## Work to be completed:
Run through the data and copy out every line that mentions the word "EndReading".

Saved entries
=======
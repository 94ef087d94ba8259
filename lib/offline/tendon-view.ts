import { judgeTendon, predictTendon, stressedEnds, targetPressureMPa, type CalibrationLine, type EndReading } from "@/lib/stressing/basis";
import type { FieldCalibration, FieldEquipmentSet, FieldEvaluation, FieldFlag, FieldProject, FieldStrandLot, FieldTendon } from "@/lib/schemas/sync";
import { pickCalibration } from "@/lib/schemas/calibration";
import type { LocalRecord, LocalVerdict } from "./db";

/**
 * What the tablet shows about a tendon, computed from what it holds: its state in the list, the
 * current revision of each end, the target gauge pressure on a set's calibration, and the
 * provisional verdict, all through lib/stressing so the numbers match the server's.
 */

export type TendonState = "not stressed" | "one end done" | "done" | "flagged";

export const calibrationLine = (c: FieldCalibration): CalibrationLine => ({
  slope: c.slope,
  intercept: c.intercept,
  minPressureMPa: c.minPressureMPa,
  maxPressureMPa: c.maxPressureMPa,
});

/** The newest revision of each record chain of the tendon; per end, the chain stressed last. */
export function currentEnds(records: LocalRecord[]): Partial<Record<"A" | "B", LocalRecord>> {
  const heads = records.filter((r) => !r.supersededBy);
  const out: Partial<Record<"A" | "B", LocalRecord>> = {};
  for (const r of heads.sort((a, b) => a.deviceTime.localeCompare(b.deviceTime))) out[r.tendonEnd] = r;
  return out;
}

export function tendonState(tendon: FieldTendon, records: LocalRecord[], flags: FieldFlag[], latest: FieldEvaluation | undefined): TendonState {
  const ends = currentEnds(records);
  const wanted = stressedEnds(tendon.ends);
  const done = wanted.filter((e) => ends[e]).length;
  const localOut = Object.values(ends).some((r) => r?.local && r.local.verdict !== "in band");
  const serverOut = latest && latest.verdict !== "in band" && latest.verdict !== "incomplete";
  if (flags.some((f) => f.status !== "closed") || serverOut || localOut) return "flagged";
  if (done === 0) return "not stressed";
  return done < wanted.length ? "one end done" : "done";
}

/** Calibration in force for a set on a day, and whether it has expired by then. */
export function calibrationFor(calibrations: FieldCalibration[], setId: string, day: string): { calibration: FieldCalibration | null; expired: boolean } {
  const calibration = pickCalibration(calibrations.filter((c) => c.equipmentSetId === setId), day);
  return { calibration, expired: !calibration || calibration.validUntil < day };
}

export interface TendonContext {
  project: FieldProject;
  tendon: FieldTendon;
  lot: FieldStrandLot | null;
  set: FieldEquipmentSet | null;
  calibrations: FieldCalibration[];
}

const lotBasis = (lot: FieldStrandLot | null) => (lot ? { areaMm2: lot.areaMm2, modulusMPa: lot.modulusMPa, breakingLoadN: lot.breakingLoadN } : null);

/** The gauge pressure to pull to on the set's calibration, MPa; null without a calibration. */
export function targetFor(ctx: TendonContext, calibration: FieldCalibration | null): number | null {
  if (!calibration) return null;
  const predicted = predictTendon({ project: ctx.project, tendon: ctx.tendon, lot: lotBasis(ctx.lot), equipmentGripMm: ctx.set?.jackGripMm });
  return targetPressureMPa(calibrationLine(calibration), predicted.jackingForceN);
}

/** The provisional verdict over the current reading of each end, as saved on this tablet. */
export function provisionalVerdict(ctx: TendonContext, records: LocalRecord[]): LocalVerdict | null {
  const ends = currentEnds(records);
  const readings: EndReading[] = [];
  for (const r of Object.values(ends)) {
    if (!r) continue;
    const cal = ctx.calibrations.find((c) => c.id === r.calibrationId) ?? null;
    readings.push({ end: r.tendonEnd, measuredMm: r.measuredMm, initialPressureMPa: r.initialPressureMPa, finalPressureMPa: r.finalPressureMPa, calibration: cal ? calibrationLine(cal) : null });
  }
  if (!readings.length) return null;
  const project = ctx.project;
  const predicted = predictTendon({ project, tendon: ctx.tendon, lot: lotBasis(ctx.lot), equipmentGripMm: ctx.set?.jackGripMm });
  const judged = judgeTendon({ project, tendon: ctx.tendon, predicted, readings });
  return {
    verdict: judged.comparison.verdict,
    deviationPct: judged.comparison.deviationPct,
    measuredMm: judged.measuredMm,
    predictedMm: judged.comparison.lowerMm + judged.comparison.bandMm,
    lowerMm: judged.comparison.lowerMm,
    upperMm: judged.comparison.upperMm,
    provisional: judged.provisional,
    missingEnds: judged.missingEnds,
  };
}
=======
## Task response:
import { judgeTendon, predictTendon, stressedEnds, targetPressureMPa, type CalibrationLine, type EndReading } from "@/lib/stressing/basis";
  const readings: EndReading[] = [];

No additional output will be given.